▶ _Work required_:
Look below for the line holding "two seconds. */" and the line holding "slash between. */". Transcribe exactly those lines and all lines between them, nothing more.

━━━━━━━━

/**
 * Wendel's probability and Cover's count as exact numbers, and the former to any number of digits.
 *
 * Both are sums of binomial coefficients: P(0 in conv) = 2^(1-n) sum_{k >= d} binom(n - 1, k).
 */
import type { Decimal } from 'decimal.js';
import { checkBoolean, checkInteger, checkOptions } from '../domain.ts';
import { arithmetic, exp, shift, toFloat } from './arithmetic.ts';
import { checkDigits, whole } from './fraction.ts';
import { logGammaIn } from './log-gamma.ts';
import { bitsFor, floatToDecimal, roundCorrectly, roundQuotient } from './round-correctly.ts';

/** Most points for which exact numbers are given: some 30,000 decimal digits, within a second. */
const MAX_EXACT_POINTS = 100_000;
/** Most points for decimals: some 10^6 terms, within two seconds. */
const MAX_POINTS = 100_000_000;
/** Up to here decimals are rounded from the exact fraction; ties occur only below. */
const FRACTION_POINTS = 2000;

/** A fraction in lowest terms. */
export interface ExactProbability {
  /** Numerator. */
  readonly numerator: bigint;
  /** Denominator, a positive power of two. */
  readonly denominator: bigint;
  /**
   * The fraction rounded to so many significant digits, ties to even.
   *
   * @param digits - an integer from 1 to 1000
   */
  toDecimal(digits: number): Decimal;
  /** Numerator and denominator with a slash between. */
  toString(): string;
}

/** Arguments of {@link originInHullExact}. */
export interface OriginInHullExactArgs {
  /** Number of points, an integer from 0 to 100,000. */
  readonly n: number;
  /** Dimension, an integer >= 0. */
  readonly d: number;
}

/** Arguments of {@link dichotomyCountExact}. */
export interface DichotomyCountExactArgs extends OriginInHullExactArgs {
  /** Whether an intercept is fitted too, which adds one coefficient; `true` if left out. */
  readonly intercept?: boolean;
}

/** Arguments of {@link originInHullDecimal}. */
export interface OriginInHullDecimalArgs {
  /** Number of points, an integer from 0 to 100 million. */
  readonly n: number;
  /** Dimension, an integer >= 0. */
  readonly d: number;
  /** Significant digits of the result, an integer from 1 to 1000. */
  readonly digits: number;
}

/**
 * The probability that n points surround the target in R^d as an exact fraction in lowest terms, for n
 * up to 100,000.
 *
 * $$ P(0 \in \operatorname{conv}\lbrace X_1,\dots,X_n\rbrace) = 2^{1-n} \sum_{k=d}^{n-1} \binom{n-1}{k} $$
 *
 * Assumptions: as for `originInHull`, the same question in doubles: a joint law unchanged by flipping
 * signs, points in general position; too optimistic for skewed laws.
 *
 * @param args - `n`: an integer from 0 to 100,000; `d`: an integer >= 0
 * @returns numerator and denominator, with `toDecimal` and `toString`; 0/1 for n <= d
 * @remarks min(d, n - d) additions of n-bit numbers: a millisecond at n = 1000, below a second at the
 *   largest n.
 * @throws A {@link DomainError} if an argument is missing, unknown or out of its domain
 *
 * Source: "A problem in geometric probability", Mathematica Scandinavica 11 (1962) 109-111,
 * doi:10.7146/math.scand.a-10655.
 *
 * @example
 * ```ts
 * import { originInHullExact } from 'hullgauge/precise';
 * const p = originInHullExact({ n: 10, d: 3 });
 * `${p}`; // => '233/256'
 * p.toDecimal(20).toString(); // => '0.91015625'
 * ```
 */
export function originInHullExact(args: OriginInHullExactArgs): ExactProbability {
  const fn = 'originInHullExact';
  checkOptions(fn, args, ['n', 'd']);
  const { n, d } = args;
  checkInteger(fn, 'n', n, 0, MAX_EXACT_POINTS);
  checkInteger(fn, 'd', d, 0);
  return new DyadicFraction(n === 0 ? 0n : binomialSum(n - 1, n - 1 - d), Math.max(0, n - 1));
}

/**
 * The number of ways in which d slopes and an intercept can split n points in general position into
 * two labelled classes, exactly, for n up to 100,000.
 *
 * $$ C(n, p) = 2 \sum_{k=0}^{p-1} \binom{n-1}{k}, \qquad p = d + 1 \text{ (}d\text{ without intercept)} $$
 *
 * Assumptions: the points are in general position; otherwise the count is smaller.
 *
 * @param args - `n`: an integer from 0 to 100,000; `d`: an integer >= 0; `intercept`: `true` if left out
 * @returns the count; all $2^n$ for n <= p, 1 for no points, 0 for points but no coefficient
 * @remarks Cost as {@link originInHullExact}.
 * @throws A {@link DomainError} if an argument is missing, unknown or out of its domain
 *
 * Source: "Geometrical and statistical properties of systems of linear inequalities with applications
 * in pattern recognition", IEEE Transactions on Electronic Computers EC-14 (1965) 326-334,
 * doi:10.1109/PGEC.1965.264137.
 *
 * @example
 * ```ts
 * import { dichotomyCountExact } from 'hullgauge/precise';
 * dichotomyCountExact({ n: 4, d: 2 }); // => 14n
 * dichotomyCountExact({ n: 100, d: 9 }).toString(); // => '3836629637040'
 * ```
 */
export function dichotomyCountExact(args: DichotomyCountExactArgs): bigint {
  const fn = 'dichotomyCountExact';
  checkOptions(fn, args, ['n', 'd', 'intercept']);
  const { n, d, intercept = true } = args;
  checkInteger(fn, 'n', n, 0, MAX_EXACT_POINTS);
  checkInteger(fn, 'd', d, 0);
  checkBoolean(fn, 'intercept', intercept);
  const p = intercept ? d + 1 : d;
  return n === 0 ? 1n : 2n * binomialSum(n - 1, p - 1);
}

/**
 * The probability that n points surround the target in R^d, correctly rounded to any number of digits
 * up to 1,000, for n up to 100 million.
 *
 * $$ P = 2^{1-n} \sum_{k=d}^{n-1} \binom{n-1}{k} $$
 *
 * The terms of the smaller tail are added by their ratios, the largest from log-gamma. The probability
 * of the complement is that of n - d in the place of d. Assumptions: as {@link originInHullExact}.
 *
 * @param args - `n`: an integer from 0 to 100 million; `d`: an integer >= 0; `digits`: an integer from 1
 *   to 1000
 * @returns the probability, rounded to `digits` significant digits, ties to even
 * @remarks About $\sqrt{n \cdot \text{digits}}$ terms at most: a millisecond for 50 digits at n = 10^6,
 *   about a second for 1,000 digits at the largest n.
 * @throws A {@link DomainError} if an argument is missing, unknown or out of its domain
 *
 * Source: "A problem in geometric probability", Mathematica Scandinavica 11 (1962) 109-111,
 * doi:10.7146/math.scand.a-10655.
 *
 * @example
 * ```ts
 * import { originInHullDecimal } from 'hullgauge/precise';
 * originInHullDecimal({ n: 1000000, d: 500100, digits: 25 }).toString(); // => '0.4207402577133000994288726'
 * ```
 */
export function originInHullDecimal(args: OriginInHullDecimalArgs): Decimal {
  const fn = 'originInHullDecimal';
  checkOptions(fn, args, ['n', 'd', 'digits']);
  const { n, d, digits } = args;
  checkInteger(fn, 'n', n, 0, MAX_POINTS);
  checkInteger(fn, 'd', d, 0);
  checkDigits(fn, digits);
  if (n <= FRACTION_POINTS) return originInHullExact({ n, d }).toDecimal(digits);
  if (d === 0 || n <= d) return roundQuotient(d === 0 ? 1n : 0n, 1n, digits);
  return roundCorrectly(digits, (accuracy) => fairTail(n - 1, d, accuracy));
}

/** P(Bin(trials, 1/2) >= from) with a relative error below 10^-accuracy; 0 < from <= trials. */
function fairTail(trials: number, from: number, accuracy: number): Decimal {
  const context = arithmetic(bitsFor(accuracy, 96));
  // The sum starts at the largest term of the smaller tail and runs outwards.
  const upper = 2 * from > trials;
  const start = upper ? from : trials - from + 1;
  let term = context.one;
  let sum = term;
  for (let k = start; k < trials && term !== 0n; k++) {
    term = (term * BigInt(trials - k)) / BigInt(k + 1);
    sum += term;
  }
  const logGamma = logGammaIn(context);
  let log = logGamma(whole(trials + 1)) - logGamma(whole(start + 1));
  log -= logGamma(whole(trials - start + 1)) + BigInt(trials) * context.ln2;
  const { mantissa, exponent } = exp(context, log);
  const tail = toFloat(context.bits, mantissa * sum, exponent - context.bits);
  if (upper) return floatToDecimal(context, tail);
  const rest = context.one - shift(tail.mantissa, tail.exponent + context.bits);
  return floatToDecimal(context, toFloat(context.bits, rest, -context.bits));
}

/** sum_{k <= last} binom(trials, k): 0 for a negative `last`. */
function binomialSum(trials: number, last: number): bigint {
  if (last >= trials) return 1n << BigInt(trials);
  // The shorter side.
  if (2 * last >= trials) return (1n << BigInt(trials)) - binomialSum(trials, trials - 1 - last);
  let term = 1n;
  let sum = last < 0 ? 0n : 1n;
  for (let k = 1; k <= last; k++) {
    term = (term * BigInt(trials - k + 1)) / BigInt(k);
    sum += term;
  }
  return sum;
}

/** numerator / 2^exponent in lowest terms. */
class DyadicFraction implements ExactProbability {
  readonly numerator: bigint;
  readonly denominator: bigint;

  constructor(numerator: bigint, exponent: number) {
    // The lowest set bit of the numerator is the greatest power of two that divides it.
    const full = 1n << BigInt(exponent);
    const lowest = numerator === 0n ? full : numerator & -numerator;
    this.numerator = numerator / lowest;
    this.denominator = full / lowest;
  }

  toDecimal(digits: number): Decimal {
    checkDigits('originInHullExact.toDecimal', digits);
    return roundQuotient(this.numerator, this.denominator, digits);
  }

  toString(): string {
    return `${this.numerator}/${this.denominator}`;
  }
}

━━━━━━━━

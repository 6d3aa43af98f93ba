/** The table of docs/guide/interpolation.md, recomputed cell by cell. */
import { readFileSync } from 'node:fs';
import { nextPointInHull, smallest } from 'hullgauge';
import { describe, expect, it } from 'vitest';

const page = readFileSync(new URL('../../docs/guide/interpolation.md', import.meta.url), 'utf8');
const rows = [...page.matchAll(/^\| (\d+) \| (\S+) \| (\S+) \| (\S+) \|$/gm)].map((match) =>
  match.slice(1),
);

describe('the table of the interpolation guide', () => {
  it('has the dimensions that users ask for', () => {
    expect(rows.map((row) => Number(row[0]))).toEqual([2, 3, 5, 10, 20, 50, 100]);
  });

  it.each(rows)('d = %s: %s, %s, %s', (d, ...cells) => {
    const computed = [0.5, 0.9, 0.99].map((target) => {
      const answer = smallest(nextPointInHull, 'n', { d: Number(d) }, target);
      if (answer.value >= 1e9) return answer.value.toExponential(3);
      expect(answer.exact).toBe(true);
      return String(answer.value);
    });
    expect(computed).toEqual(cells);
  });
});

━━━━━━━━

▶ _Solution_:
/** Most points for decimals: some 10^6 terms, within two seconds. */
const MAX_POINTS = 100_000_000;
/** Up to here decimals are rounded from the exact fraction; ties occur only below. */
const FRACTION_POINTS = 2000;

/** A fraction in lowest terms. */
export interface ExactProbability {
  /** Numerator. */
  readonly numerator: bigint;
  /** Denominator, a positive power of two. */
  readonly denominator: bigint;
  /**
   * The fraction rounded to so many significant digits, ties to even.
   *
   * @param digits - an integer from 1 to 1000
   */
  toDecimal(digits: number): Decimal;
  /** Numerator and denominator with a slash between. */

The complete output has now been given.